Statistical analysis

All statistical computations were carried out using R language (R Development Core Team 2008). Repeated-measures analysis of variance was used to verify differences between the experimental groups. A three-factor analysis of variance (fixed effects: temperature, shipping box type, and presence of attendant bees) was performed to compare morphometric measurements of queens and sperm viability between experimental groups. To meet the premise of the model, the arcsine transformation was used on the percentage of sperm viability and LSmeans was used to compare groups.


Queen shipments

The 39 honey bee queen shipments followed in 2017 and 2018 contained up to 840 queens. Results showed minimum and maximum temperatures of 12.4 °C and 34.7 °C inside the 152,017 queen shipment boxes (average 25.0 ± 3.1 °C; Figure 2) and 10.6 °C and 34.4 °C for the 232,018 shipments (average 24.7 ± 3.5 °C; Figure 3). Relative humidity ranged from 27.4 to 66.7% (average 49.8%) in 2017 and 15.1 to 71.4% in 2018 (average 47.2%). Shipments took an average of 30.5 h to reach postal outlet (range 16–69 h).

Figure 2.

a Temperature (°C) and b relative humidity (%) recorded inside 15 commercial honeybee queen shipping boxes for each shipment followed in 2017. Duration of transport is shown under each box.

Figure 3.

a Temperature (°C) and b relative humidity (%) recorded inside 23 commercial honeybee queen shipping boxes for each shipment followed in 2018. Duration of transport is shown under each box.

Simulated shipping methods and temperatures

Exposure to 6 °C or 40 °C significantly affected internal shipping box temperature. When shipping boxes were exposed to 6 °C for 2 h, there was no combined effect of the container type with the presence of attendant bees (F(1,4) = 1.18, P = 0.3384) and the type of shipping box had no effect on the temperature inside the box (F(12, 48) = 1.2226, P = 0.2959). However, there was a significant effect of the presence of attendant bees (F(12, 48) = 105.7980, P = 0.0005, Figure 4). Average temperature inside boxes with attendant bees was significantly higher during the exposure at 6 °C and never dropped below 25 °C in average (range 24.0–26.6 °C after 130 min), compared to boxes without attendant bees, in which the temperature decreased gradually to 13 °C in average (range 11.8–15.1 °C after 130 min).

Figure 4.

Temperature of the environmental incubator (dashed line) and temperature recorded inside queen boxes (°C) ± SE with or without attendant bees for both type of boxes combined for the 2 h of exposure to 6 °C (F(12, 48) = 105.7980, P = 0.0005).

When shipping boxes were exposed to control temperature (26 °C) for 2 h, there was no combined effect of the container type with the presence of attendant bees (F(1,4) = 2.217, P = 0.2107).
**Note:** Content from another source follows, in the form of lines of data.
/** Build records in a real browser: a photo uploaded to a joint shows as a thumbnail; log, parts and hardware pages render. */
import { afterAll, beforeAll, describe, expect, it } from "vitest";
import type { Browser, Page } from "playwright-core";
import { APP_URL, launchBrowser, shot, signInPage } from "../support/browser";
import { makeBuild, makeUser, testDb, TEST_PASSWORD } from "../support/db";
import { testImage } from "../support/upload";
import { demoPitchLinkage } from "@/shared/demo";
import { analyze } from "@/shared/analysis";

let browser: Browser;
let page: Page;
let buildId: string, linkageId: string;
const errors: string[] = [];

beforeAll(async () => {
  browser = await launchBrowser();
  const builder = await makeUser("e2e-records");
  ({ buildId, linkageId } = await makeBuild({ owner: builder }));
  const graph = demoPitchLinkage();
  await testDb("linkage_revisions").where({ linkage_id: linkageId, revision: 1 }).update({ graph: JSON.stringify(graph), analysis: JSON.stringify(analyze(graph)) });
  page = await browser.newPage({ viewport: { width: 1280, height: 900 } });
  page.on("pageerror", (e) => errors.push(String(e)));
  await signInPage(page, builder.email, TEST_PASSWORD);
});
afterAll(async () => { await browser?.close(); await testDb.destroy(); });

describe("build records in the browser", () => {
  it("uploads a photo to a joint on the checklist and shows its thumbnail; ticks an item", async () => {
    await page.goto(`${APP_URL}/builds/${buildId}/checklist/${linkageId}`);
    const joint = page.getByTestId("checklist-joint-j-stick-fwd");
    await joint.waitFor();
    expect(await page.getByTestId("checklist-item").count()).toBe(36); // the demo linkage's checklist (tests/shared/records)
    await joint.getByLabel("Add a photo of the joint Control stick, attach ↔ Forward pushrod A").setInputFiles({ name: "jam-nut.jpg", mimeType: "image/jpeg", buffer: await testImage("jpeg", 1000, 750) });
    const thumb = joint.getByTestId("joint-photo-thumb");
    await thumb.waitFor({ timeout: 15_000 });
    await expect.poll(() => thumb.evaluate((img: HTMLImageElement) => img.complete && img.naturalWidth)).toBe(320); // server thumbnail, 320 px box
    expect(await thumb.getAttribute("src")).toMatch(/\/files\/[0-9a-f-]{36}\?thumb=1$/);

    await joint.getByLabel(/Jam nut on the 1\/4-28 RH rod end/).check();
    await expect.poll(() => page.getByTestId("checklist-progress").textContent()).toBe("1 of 36 ticked");
    await expect.poll(() => joint.getByText(/Ticked by Test e2e-records/).count()).toBe(1);
    await shot(page, "records-01-checklist-photo");
  });

  it("shows the log with a new entry, its hours chart, the parts library and the hardware list", async () => {
    await page.goto(`${APP_URL}/builds/${buildId}/log`);
    await page.getByText("The log is empty").waitFor();
    await page.getByRole("button", { name: "Write the first entry" }).click();
    await page.getByLabel("Title").fill("Rigged the elevator");
    await page.getByLabel("Hours").fill("2.5");
    await page.getByLabel("Pitch").check();
    await page.getByLabel("Photos and documents").setInputFiles({ name: "elevator.png", mimeType: "image/png", buffer: await testImage("png", 600, 400) });
    await page.getByText("elevator.png").waitFor();
    await page.getByRole("button", { name: "Save entry" }).click();
    await page.getByTestId("log-entry").waitFor();
    await page.getByTestId("hours-chart").locator(".recharts-bar-rectangle").first().waitFor();
    expect(await page.getByTestId("hours-by-system").textContent()).toContain("2.5 h");
    await shot(page, "records-02-log");

    await page.goto(`${APP_URL}/builds/${buildId}/parts`);
    await page.getByText("No parts in this library yet").waitFor();
    await page.getByLabel("Part number").fill("E2E-RE4");
    await page.getByLabel("thread").selectOption("1/4-28");
    await page.getByLabel("hand").selectOption("LH");
    await page.getByLabel("ball bore (in)").fill("0.25");
    await page.getByLabel("rated ultimate (lbf)").fill("4200"); // invented rating, no source
    await page.getByRole("button", { name: "Add to library" }).click();
    await page.getByTestId("part-row").waitFor();
    await shot(page, "records-03-parts");

    await page.goto(`${APP_URL}/builds/${buildId}/hardware`);
    await page.getByTestId("hardware-row").first().waitFor();
    const link = page.getByRole("link", { name: /Pitch run: Control stick, attach ↔ Forward pushrod A/ }).first();
    expect(await link.getAttribute("href")).toBe(`/builds/${buildId}/linkages/${linkageId}?select=j-stick-fwd`);
    await shot(page, "records-04-hardware");
    expect(errors).toEqual([]);
  });
});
At mean temperature found in commercial shipments, adding attendant bees had no effect on the inside temperature of the boxes (F(12,48) = 1.944, P = 0.0521) but there was a significant effect of the box type (F(12,48) = 2.575, P = 0.0101, Figure 5). Temperature recorded inside Jz-Bz shipping boxes was significantly higher than in Riteway shipping boxes only after 80 min (increase of 1.14 °C).

Figure 5.

Temperature of the environmental incubator (dashed line) and temperature recorded inside queen boxes (°C) ± SE inside Jz-Bz and Riteway boxes with and without attendant bees combined for the 2 h of exposure to 26 °C (F(12,48) = 2.575, P = 0.0101).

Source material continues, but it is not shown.